__TASK OBJECTIVE__: Within the records that follow, find every line containing the string "detectEvents". Copy those lines.

__Items from a data source__:
---+---

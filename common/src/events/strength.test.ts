import { describe, expect, it } from 'vitest';
import { detectEvents } from './detect-events';
import { eventStrength, sustainedStrength } from './strength';

// Classes by peak |index| at 0.5 / 1.0 / 1.5 / 2.0: common practice for the ONI, not an official CPC category (no formal source).
describe('eventStrength() (common practice, no formal source)', () => {
  it('classes 0.5–0.9 weak, 1.0–1.4 moderate, 1.5–1.9 strong, ≥ 2.0 very strong', () => {
    expect(eventStrength(0.5)).toBe('weak');
    expect(eventStrength(0.99)).toBe('weak');
    expect(eventStrength(1.0)).toBe('moderate');
    expect(eventStrength(1.49)).toBe('moderate');
    expect(eventStrength(1.5)).toBe('strong');
    expect(eventStrength(1.99)).toBe('strong');
    expect(eventStrength(2.0)).toBe('very strong');
    expect(eventStrength(2.64)).toBe('very strong');
  });
});

describe('sustainedStrength() — the class threshold met in ≥ 3 consecutive overlapping seasons', () => {
  // Mechanism test on constructed values (science.md: do not use remembered table values as check values).
  it('needs three consecutive seasons at the class threshold: one 2.4 peak among 1.6s is strong, not very strong', () => {
    expect(sustainedStrength([0.6, 1.6, 1.7, 2.4, 1.6, 0.9], 1)).toBe('strong');
    expect(sustainedStrength([0.6, 2.0, 2.1, 2.4, 1.6, 0.9], 1)).toBe('very strong');
    expect(sustainedStrength([0.6, 1.2, 0.9, 1.4, 1.3, 0.7], 1)).toBe('weak');
  });

  it('works on the cold side with the sign of the phase', () => {
    expect(sustainedStrength([-0.7, -1.1, -1.2, -1.0, -0.6], -1)).toBe('moderate');
    expect(sustainedStrength([-0.7, -1.1, -1.2, -1.0, -0.6], 1)).toBe('weak');
  });

  it('compares rounded values when roundTo is set (0.96 rounds to 1.0 at one decimal)', () => {
    const v = [0.7, 0.96, 1.04, 0.97, 0.6];
    expect(sustainedStrength(v, 1)).toBe('weak');
    expect(sustainedStrength(v, 1, { roundTo: 1 })).toBe('moderate');
  });

  it('is used by detectEvents() with strengthRule "sustained" (the default stays the peak rule)', () => {
    const values = [0, 0.6, 1.6, 1.7, 2.4, 1.6, 0.9, 0];
    expect(detectEvents({ index: { start: '2000-01', values } }).events[0].strength).toBe('very strong');
    expect(detectEvents({ index: { start: '2000-01', values }, strengthRule: 'sustained' }).events[0].strength).toBe('strong');
  });
});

---+---

__EXERCISE RESPONSE__:
import { detectEvents } from './detect-events';
  it('is used by detectEvents() with strengthRule "sustained" (the default stays the peak rule)', () => {
    expect(detectEvents({ index: { start: '2000-01', values } }).events[0].strength).toBe('very strong');
    expect(detectEvents({ index: { start: '2000-01', values }, strengthRule: 'sustained' }).events[0].strength).toBe('strong');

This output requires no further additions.